Customer Mirage: Risks of Signing A Large Company As Your First Customer

Imagine you’re in a hot, dry desert and desperate for water. You’ve been walking all day and the thought of drinking nice, cool water makes you ecstatic. Suddenly, you see it! A pool of water in the distance. You hurry towards it, running as fast as your legs will carry you. But when you arrive, all you find is sand. Damn sand!

You’ve just experienced a mirage. And this is exactly what it feels like when you’re looking for that first customer and close a whale. You’re desperate for validation and revenue. If only you could get that big name-brand customer, investors would be tripping over themselves to give you money! TechCrunch would write about you! The cash would be rolling in and all your worries would be over!

After weeks or more likely, months of emails, calls, negotiation, and nervous waiting, you finally land a deal with a WHALE, a well known publicly traded company. Not just any deal – this deal starts with $100k+ in revenue and has the potential to bring in much, much more. This is the inflection point right? It’s all #winning and *crushing it* from here!

Unfortunately it usually doesn’t work like that. If your first customer is a large company, the deal is more likely to be a mirage than the start of a winning streak.

Why The Likely Outcome Is You Become A Dev Shop For Your Enterprise Customer

Your Product Is Not Ready For Prime Time

There’s that old phrase from Reid Hoffman: “If you are not embarrassed by the first version of your product, you’ve launched too late.” Your early product is going to be a fraction of its true potential, which is fine for early adopter customers. And maybe that’s good enough for a large company but it likely isn’t. The large customer is going to have all sorts of requests – some essential to the functionality of the product, others which are more cosmetic. Assuming you’re a typical lean early stage team, making the changes the enterprise wants can be a hamster wheel: spinning in place just to service this one customer at the cost of future growth.

Large Companies Have Complex Needs and Requirements

If people refer to individual departments within large companies as “fiefdoms”, what does that make the entire company? Every large company is its own country, complete with its own history, regulations, and culture. And I can guarantee that every company has some bizarre (from the outside) bureaucratic rules for new vendors. Companies sometimes waive these requirements for pilot projects but once you start working closely on a scale-up plan, there will be hoops to jump through and changes to be made. These changes might involve custom integrations, new workflows, or other completely unique features that don’t scale beyond this single customer.

The biggest risk here is you spend a ton of time and money developing a product that has a market size of one, the definition of a dev shop. So much for your high-flying startup ambitions.

High Expectations For Service

A company paying $250,000+ for a software product expects to get some service, rightly so. But do you have a service team or protocols in place? If you don’t, you could be in for a rude awakening with a cancellation or a lot of late nights, working through product changes and service tickets. And once again, these changes will probably only be relevant for this single customer, not your wider market.

How To Avoid Becoming An Enterprise Dev Shop

While there are infinite paths to building a company, if you recognize that your company could fall into the enterprise development shop trap, there are two things you can do:

Focus on Small and Medium Size Businesses (SMBs) Initially

Building a product for smaller customers initially may seem like the slower path to revenue. But building your product for a market, rather than an individual customer, is what will lead to growth and scalability later on.

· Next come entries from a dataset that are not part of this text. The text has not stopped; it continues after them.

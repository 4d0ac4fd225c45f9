//! Reviewing inside the desktop app (egui_kittest, the egui project's test harness):
//! selecting a suspect, verdicts by key, review rounds with control rows, verdicts that
//! reach the estimate exactly as a merged table read by the command line's route does,
//! sessions that keep them, and the table's order and search.
#![cfg(feature = "gui")]

mod common;

use eframe::egui::Key;
use egui_kittest::kittest::Queryable;
use egui_kittest::Harness;
use flipmend::data::origin::Origin;
use flipmend::data::{Dataset, TableOptions};
use flipmend::gui::app::{FlipmendApp, Persisted, View};
use flipmend::gui::command::Command;
use flipmend::gui::dialogs::Purpose;
use flipmend::gui::state::{SuspectColumn, SuspectSort};
use flipmend::io::review::{write_merged, Review};
use flipmend::io::write_atomic;
use flipmend::workflow::review::read_reviewed;

use common::app::{app_on_demo, set_path, settle, state};
use common::TempDir;

/// The data rows of the table, top to bottom.
fn table_rows(h: &Harness<'_, FlipmendApp>) -> Vec<usize> {
    let s = state(h);
    let ranking = s.ranking().unwrap();
    s.table_rows()
        .iter()
        .map(|&p| ranking.ranked[p as usize].row)
        .collect()
}

fn to_suspects(h: &mut Harness<'_, FlipmendApp>) {
    h.get_by_label("Suspects").click();
    h.run_steps(2);
    assert_eq!(h.state().ui.view(), View::Suspects);
}

#[test]
fn a_clicked_suspect_is_judged_by_keys_and_the_estimate_follows() {
    let dir = TempDir::new();
    let mut h = app_on_demo(&dir.path(""));
    to_suspects(&mut h);
    let rows = table_rows(&h);
    let data = state(&h).data().unwrap().clone();
    // Click the top row by its id.
    h.get_by_label(&data.id(rows[0])).click();
    h.run_steps(2);
    assert_eq!(h.state().ui.selected_row(), Some(rows[0]));
    h.get_by_label("Keep (K)");
    // A class chosen to compare the row with belongs to that row.
    h.state_mut().ui.compare_with(data.classes.len() - 1);
    let matrix_before = state(&h).editor().unwrap().matrix().clone();
    // K keeps the label, and the inspector moves on; 2 relabels the next row as class 2
    // (or, when that is its own label, nothing happens and the row stays).
    h.key_press(Key::K);
    h.run_steps(2);
    assert_eq!(h.state().ui.selected_row(), Some(rows[1]));
    assert_eq!(
        h.state().ui.compare_class(),
        None,
        "the next row: its suggested class"
    );
    let second_label = if data.labels[rows[1]] == 1 { 0 } else { 1 };
    h.key_press(if second_label == 1 {
        Key::Num2
    } else {
        Key::Num1
    });
    h.run_steps(2);
    settle(&mut h);
    let s = state(&h);
    let v = s.verdicts();
    assert_eq!(v.len(), 2);
    assert_eq!(v.get(rows[0]).unwrap().label, data.labels[rows[0]]);
    assert_eq!(v.get(rows[1]).unwrap().label, second_label);
    assert!(v.verdicts().iter().all(|v| v.origin == Origin::Review));
    assert_ne!(
        s.editor().unwrap().matrix(),
        &matrix_before,
        "the matrix was estimated again with the verdicts"
    );
    let summary = s.verdict_summary().unwrap();
    assert_eq!((summary.confirmed, summary.changed), (1, 1));
    // U takes the last verdict back.
    h.key_press(Key::U);
    h.run_steps(2);
    settle(&mut h);
    assert_eq!(state(&h).verdicts().len(), 1);
}

#[test]
fn verdicts_reach_the_estimate_exactly_as_the_merged_table_does() {
    // The reference is the command line's route: `review` writes the merged copy, and
    // `estimate` reads it.
    let dir = TempDir::new();
    let mut h = app_on_demo(&dir.path(""));
    let data = state(&h).data().unwrap().clone();
    let rows = table_rows(&h);
    for (n, &row) in rows.iter().take(40).enumerate() {
        let label = (data.labels[row] + n % 3) % data.classes.len();
        h.state_mut().push(Command::Verdict { row, label });
    }
    h.run_steps(1);
    settle(&mut h);
    let s = state(&h);
    let review = Review {
        verdicts: s.verdicts().verdicts().to_vec(),
        not_reviewed: 0,
    };
    let merged = dir.path("merged.csv");
    write_atomic(&merged, |w| write_merged(w, data.as_ref(), b',', &review)).unwrap();
    let back = Dataset::load(&merged, &TableOptions::default()).unwrap();
    let probs = s.probs().unwrap();
    // The estimator as the app runs it (its volume weight chosen from the audits).
    let method = s.method();
    let expected = flipmend::workflow::estimate_on_all_rows(&back, probs, &method).unwrap();
    let got = s.editor().unwrap().matrix();
    let largest = (got - &expected.matrix)
        .iter()
        .fold(0.0f64, |m, d| m.max(d.abs()));
    assert!(largest < 1e-9, "largest difference {largest}");
}

#[test]
fn a_round_hides_the_scores_and_its_control_rows_measure_what_the_list_missed() {
    let dir = TempDir::new();
    let mut h = app_on_demo(&dir.path(""));
    to_suspects(&mut h);
    let mut settings = state(&h).settings().clone();
    settings.budget = 40;
    h.state_mut().push(Command::Settings(settings));
    h.run_steps(1);
    h.get_by_label("Start review round").click();
    h.run_steps(2);
    let round = state(&h).round().expect("a round").clone();
    assert_eq!(round.rows.len(), 40);
    let control = round
        .rows
        .iter()
        .filter(|r| r.slice == flipmend::io::worklist::Slice::Control)
        .count();
    assert_eq!(control, 2, "5 % of 40");
    // The first row of the round opens without flipmend's opinion.
    h.get_by_label("Next row to judge").click();
    h.run_steps(2);
    assert_eq!(h.state().ui.selected_row(), Some(round.rows[0].row));
    assert!(h.query_by_label_contains("suggested:").is_none());
    // Judge every row: keep all but every third, which becomes class 0 (or 1).
    let data = state(&h).data().unwrap().clone();
    for (n, r) in round.rows.iter().enumerate() {
        let observed = data.labels[r.row];
        let label = match n % 3 {
            0 => usize::from(observed == 0),
            _ => observed,
        };
        h.state_mut().push(Command::Verdict { row: r.row, label });
    }
    h.run_steps(1);
    settle(&mut h);
    let s = state(&h);
    for r in &round.rows {
        let origin = s.verdicts().get(r.row).unwrap().origin;
        assert_eq!(origin, r.slice.origin(), "row {}", r.row);
    }
    let in_app = s.verdict_summary().unwrap().clone();
    // The yield plot states what the budget should find: the sum of p_wrong over the
    // table's first 38 rows (the round's listed share).
    let ranking = s.ranking().unwrap();
    let expected: f64 = s.visible()[..38]
        .iter()
        .map(|&p| {
            ranking
                .kind
                .probability(ranking.ranked[p as usize].score)
                .unwrap()
        })
        .sum();
    h.get_by_label(&format!(
        "expected wrong labels found by reviewing the first 38 rows of the table (the \
         suspects a worklist lists): about {expected:.0}"
    ));
    // Written as a reviewed worklist, `review`'s reader measures the same.
    let out = dir.path("round.csv");
    set_path(&mut h, Purpose::ExportVerdicts, &out);
    h.get_by_label("Write verdicts").click();
    h.run_steps(2);
    settle(&mut h);
    let read = read_reviewed(data.as_ref(), &out, None).unwrap();
    // The key writes p_wrong to six decimals.
    for (file, app) in [
        (read.summary.listed, in_app.listed),
        (read.summary.control, in_app.control),
    ] {
        let (file, app) = (file.unwrap(), app.unwrap());
        assert_eq!(file.wrong, app.wrong);
        assert!((file.expected.unwrap() - app.expected.unwrap()).abs() < 1e-6);
    }
    assert_eq!(read.summary.missed_errors, in_app.missed_errors);
    // The findings wait for the end of the round (counts that move with each verdict
    // would tell the control rows apart); ended, the round still keys its verdicts.
    assert!(h.query_by_label_contains("listed suspects:").is_none());
    h.get_by_label("End round").click();
    h.run_steps(2);
    assert!(state(&h).round().is_none());
    h.get_by_label_contains("listed suspects:");
    h.get_by_label_contains("wrong labels left among the");
    assert_eq!(in_app.control.unwrap().wrong.of, 2);
}

#[test]
fn a_session_keeps_the_verdicts_and_the_round() {
    let dir = TempDir::new();
    let mut h = app_on_demo(&dir.path(""));
    h.state_mut().push(Command::StartRound);
    h.run_steps(1);
    let rows: Vec<usize> = state(&h)
        .round()
        .unwrap()
        .rows
        .iter()
        .map(|r| r.row)
        .collect();
    for &row in &rows[..5] {
        h.state_mut().push(Command::Verdict { row, label: 0 });
    }
    h.run_steps(1);
    settle(&mut h);
    let path = dir.path("s.json");
    h.state_mut().push(Command::SaveSession(Some(path.clone())));
    h.run_steps(1);
    let saved: Vec<_> = state(&h).verdicts().verdicts().to_vec();
    let matrix = state(&h).editor().unwrap().matrix().clone();

    let mut fresh = Harness::builder()
        .with_size([1400.0, 900.0])
        .build_eframe(|cc| FlipmendApp::new(&cc.egui_ctx, Persisted::default()));
    fresh.state_mut().push(Command::OpenSession(path));
    fresh.run_steps(1);
    settle(&mut fresh);
    let s = state(&fresh);
    assert_eq!(s.verdicts().verdicts(), saved.as_slice());
    assert_eq!(s.round().unwrap().rows.len(), rows.len());
    assert_eq!(s.editor().unwrap().matrix(), &matrix);
}

#[test]
fn the_table_sorts_by_a_column_and_finds_an_id() {
    let dir = TempDir::new();
    let mut h = app_on_demo(&dir.path(""));
    to_suspects(&mut h);
    h.get_by_label("id").click();
    h.run_steps(2);
    assert_eq!(
        state(&h).sort(),
        Some(SuspectSort {
            column: SuspectColumn::Id,
            descending: false
        })
    );
    let data = state(&h).data().unwrap().clone();
    let ids: Vec<String> = table_rows(&h)
        .iter()
        .map(|&r| data.id(r).into_owned())
        .collect();
    assert!(ids.windows(2).all(|w| w[0] <= w[1]), "ascending ids");
    // Twice more: descending, then back to rank order.
    h.get_by_label("id (asc)").click();
    h.run_steps(2);
    h.get_by_label("id (desc)").click();
    h.run_steps(2);
    assert_eq!(state(&h).sort(), None);
    // Search: the id of the row ranked 100th.
    let wanted = table_rows(&h)[99];
    h.state_mut().ui.id_search = data.id(wanted).into_owned();
    h.run_steps(1);
    h.get_by_label("Find").click();
    h.run_steps(2);
    assert_eq!(h.state().ui.selected_row(), Some(wanted));
    assert!(h
        .query_by_label_contains(&format!("Row {wanted} ·"))
        .is_some());
}

#[test]
fn a_matrix_changed_by_hand_is_not_replaced_by_verdicts() {
    let dir = TempDir::new();
    let mut h = app_on_demo(&dir.path(""));
    h.state_mut().push(Command::SetCell {
        row: 0,
        col: 1,
        value: 0.2,
    });
    h.state_mut().push(Command::EndGesture);
    h.run_steps(1);
    settle(&mut h);
    let edited = state(&h).editor().unwrap().matrix().clone();
    h.state_mut().push(Command::Verdict { row: 3, label: 2 });
    h.run_steps(1);
    settle(&mut h);
    assert!(!state(&h).follows_estimate());
    assert_eq!(state(&h).editor().unwrap().matrix(), &edited);
}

And remember, just because these are SMBs doesn’t mean you can’t interact with them and sell directly. Doing things that don’t scale isn’t just acceptable in the early days, it’s essential.

For example: if you have a product that will be used by specialist doctors, such as an OB/GYN, you can try selling that product to a large hospital system (very difficult) or to an individual practice (much easier). Opting for the individual practice is the better move, even though it has less revenue potential in the long term.

Ruthless Product Road Map Discipline

This is the tougher strategy for the simple reason that human beings are terrible at saying no to money. And this strategy involves telling your large enterprise customer the most dreaded two letter word when they ask for a product change: NO.

What comes after those two words might be a decision not to move beyond a pilot or a complete cancellation. But hopefully the customer is understanding and respects your decision to stick to the product roadmap.

This doesn’t mean you ignore the feedback. But you treat it like you would any product feedback. It goes into your backlog and you make decisions on priority the way you would any other feature request.

Ultimately, this comes down to discipline. Can you avoid the siren call of your large customer’s feature requests and instead, build your product for the entire market? Few can but the risk is clear. Janette Barnard said it better than I can:

Final Thoughts

As anyone who has been around my site or read my book knows, I frequently advocate startups working with large companies. But there is a difference between working with a large company on your terms and working with a large company as a desperate vendor. Avoiding the trap of becoming a one customer dev shop takes clear vision and above all, discipline.